**EXERCISE:** From the first line to the last, output the entries exactly.

-- DATASET EXCERPTS follows --

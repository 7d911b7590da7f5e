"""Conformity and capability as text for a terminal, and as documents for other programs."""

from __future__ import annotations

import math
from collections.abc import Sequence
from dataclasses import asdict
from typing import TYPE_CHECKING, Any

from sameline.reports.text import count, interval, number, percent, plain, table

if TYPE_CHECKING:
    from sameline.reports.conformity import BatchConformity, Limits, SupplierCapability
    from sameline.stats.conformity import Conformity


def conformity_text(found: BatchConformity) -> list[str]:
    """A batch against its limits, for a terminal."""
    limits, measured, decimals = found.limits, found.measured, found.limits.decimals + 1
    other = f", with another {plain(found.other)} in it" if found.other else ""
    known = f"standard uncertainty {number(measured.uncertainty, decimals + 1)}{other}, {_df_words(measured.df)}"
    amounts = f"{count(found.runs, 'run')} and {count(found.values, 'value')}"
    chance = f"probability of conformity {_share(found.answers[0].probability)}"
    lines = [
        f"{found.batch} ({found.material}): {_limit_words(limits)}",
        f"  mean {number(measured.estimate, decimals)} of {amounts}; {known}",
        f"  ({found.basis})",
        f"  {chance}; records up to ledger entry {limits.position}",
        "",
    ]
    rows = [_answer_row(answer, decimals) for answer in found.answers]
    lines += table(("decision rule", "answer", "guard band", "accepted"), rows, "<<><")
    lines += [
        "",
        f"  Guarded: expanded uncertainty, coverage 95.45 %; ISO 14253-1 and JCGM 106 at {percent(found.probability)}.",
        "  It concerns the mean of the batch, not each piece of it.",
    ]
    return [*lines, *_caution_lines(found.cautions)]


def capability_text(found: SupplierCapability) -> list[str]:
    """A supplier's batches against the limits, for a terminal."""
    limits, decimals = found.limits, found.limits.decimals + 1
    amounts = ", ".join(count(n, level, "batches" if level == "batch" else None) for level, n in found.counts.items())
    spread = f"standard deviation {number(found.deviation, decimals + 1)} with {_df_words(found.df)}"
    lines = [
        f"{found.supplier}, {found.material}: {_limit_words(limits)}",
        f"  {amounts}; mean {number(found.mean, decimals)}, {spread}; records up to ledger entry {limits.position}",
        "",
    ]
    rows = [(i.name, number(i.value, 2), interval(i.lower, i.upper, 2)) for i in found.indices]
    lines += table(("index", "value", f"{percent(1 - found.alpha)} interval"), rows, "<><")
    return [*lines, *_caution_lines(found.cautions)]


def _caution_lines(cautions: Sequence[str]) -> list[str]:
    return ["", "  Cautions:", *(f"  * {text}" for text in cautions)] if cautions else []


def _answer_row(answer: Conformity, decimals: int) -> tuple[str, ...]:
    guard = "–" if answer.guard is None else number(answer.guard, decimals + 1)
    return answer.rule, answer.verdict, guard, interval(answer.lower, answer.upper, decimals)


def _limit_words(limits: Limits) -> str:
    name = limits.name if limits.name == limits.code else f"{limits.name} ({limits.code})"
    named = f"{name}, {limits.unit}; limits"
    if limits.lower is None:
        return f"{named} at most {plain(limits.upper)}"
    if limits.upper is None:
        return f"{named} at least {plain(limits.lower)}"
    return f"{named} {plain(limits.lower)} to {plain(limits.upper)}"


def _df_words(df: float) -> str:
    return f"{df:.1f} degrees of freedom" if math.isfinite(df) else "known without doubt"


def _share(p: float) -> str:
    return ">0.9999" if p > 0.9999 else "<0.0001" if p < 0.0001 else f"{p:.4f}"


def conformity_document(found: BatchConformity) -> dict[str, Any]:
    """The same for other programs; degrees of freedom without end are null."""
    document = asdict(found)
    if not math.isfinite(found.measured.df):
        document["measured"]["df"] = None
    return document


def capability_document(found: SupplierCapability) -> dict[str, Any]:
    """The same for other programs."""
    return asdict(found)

-- DATASET EXCERPTS concluded --

**WRITTEN ANSWER:**
repository 7d911b7590da7f5e
"""Conformity and capability as text for a terminal, and as documents for other programs."""

from __future__ import annotations

import math
from collections.abc import Sequence
from dataclasses import asdict
from typing import TYPE_CHECKING, Any

from sameline.reports.text import count, interval, number, percent, plain, table

if TYPE_CHECKING:
    from sameline.reports.conformity import BatchConformity, Limits, SupplierCapability
    from sameline.stats.conformity import Conformity


def conformity_text(found: BatchConformity) -> list[str]:
    """A batch against its limits, for a terminal."""
    limits, measured, decimals = found.limits, found.measured, found.limits.decimals + 1
    other = f", with another {plain(found.other)} in it" if found.other else ""
    known = f"standard uncertainty {number(measured.uncertainty, decimals + 1)}{other}, {_df_words(measured.df)}"
    amounts = f"{count(found.runs, 'run')} and {count(found.values, 'value')}"
    chance = f"probability of conformity {_share(found.answers[0].probability)}"
    lines = [
        f"{found.batch} ({found.material}): {_limit_words(limits)}",
        f"  mean {number(measured.estimate, decimals)} of {amounts}; {known}",
        f"  ({found.basis})",
        f"  {chance}; records up to ledger entry {limits.position}",
        "",
    ]
    rows = [_answer_row(answer, decimals) for answer in found.answers]
    lines += table(("decision rule", "answer", "guard band", "accepted"), rows, "<<><")
    lines += [
        "",
        f"  Guarded: expanded uncertainty, coverage 95.45 %; ISO 14253-1 and JCGM 106 at {percent(found.probability)}.",
        "  It concerns the mean of the batch, not each piece of it.",
    ]
    return [*lines, *_caution_lines(found.cautions)]


def capability_text(found: SupplierCapability) -> list[str]:
    """A supplier's batches against the limits, for a terminal."""
    limits, decimals = found.limits, found.limits.decimals + 1
    amounts = ", ".join(count(n, level, "batches" if level == "batch" else None) for level, n in found.counts.items())
    spread = f"standard deviation {number(found.deviation, decimals + 1)} with {_df_words(found.df)}"
    lines = [
        f"{found.supplier}, {found.material}: {_limit_words(limits)}",
        f"  {amounts}; mean {number(found.mean, decimals)}, {spread}; records up to ledger entry {limits.position}",
        "",
    ]
    rows = [(i.name, number(i.value, 2), interval(i.lower, i.upper, 2)) for i in found.indices]
    lines += table(("index", "value", f"{percent(1 - found.alpha)} interval"), rows, "<><")
    return [*lines, *_caution_lines(found.cautions)]


def _caution_lines(cautions: Sequence[str]) -> list[str]:
    return ["", "  Cautions:", *(f"  * {text}" for text in cautions)] if cautions else []


def _answer_row(answer: Conformity, decimals: int) -> tuple[str, ...]:
    guard = "–" if answer.guard is None else number(answer.guard, decimals + 1)
    return answer.rule, answer.verdict, guard, interval(answer.lower, answer.upper, decimals)


def _limit_words(limits: Limits) -> str:
    name = limits.name if limits.name == limits.code else f"{limits.name} ({limits.code})"
    named = f"{name}, {limits.unit}; limits"
    if limits.lower is None:
        return f"{named} at most {plain(limits.upper)}"
    if limits.upper is None:
        return f"{named} at least {plain(limits.lower)}"
    return f"{named} {plain(limits.lower)} to {plain(limits.upper)}"


def _df_words(df: float) -> str:
    return f"{df:.1f} degrees of freedom" if math.isfinite(df) else "known without doubt"


def _share(p: float) -> str:
    return ">0.9999" if p > 0.9999 else "<0.0001" if p < 0.0001 else f"{p:.4f}"


def conformity_document(found: BatchConformity) -> dict[str, Any]:
    """The same for other programs; degrees of freedom without end are null."""
    document = asdict(found)
    if not math.isfinite(found.measured.df):
        document["measured"]["df"] = None
    return document


def capability_document(found: SupplierCapability) -> dict[str, Any]:
    """The same for other programs."""
    return asdict(found)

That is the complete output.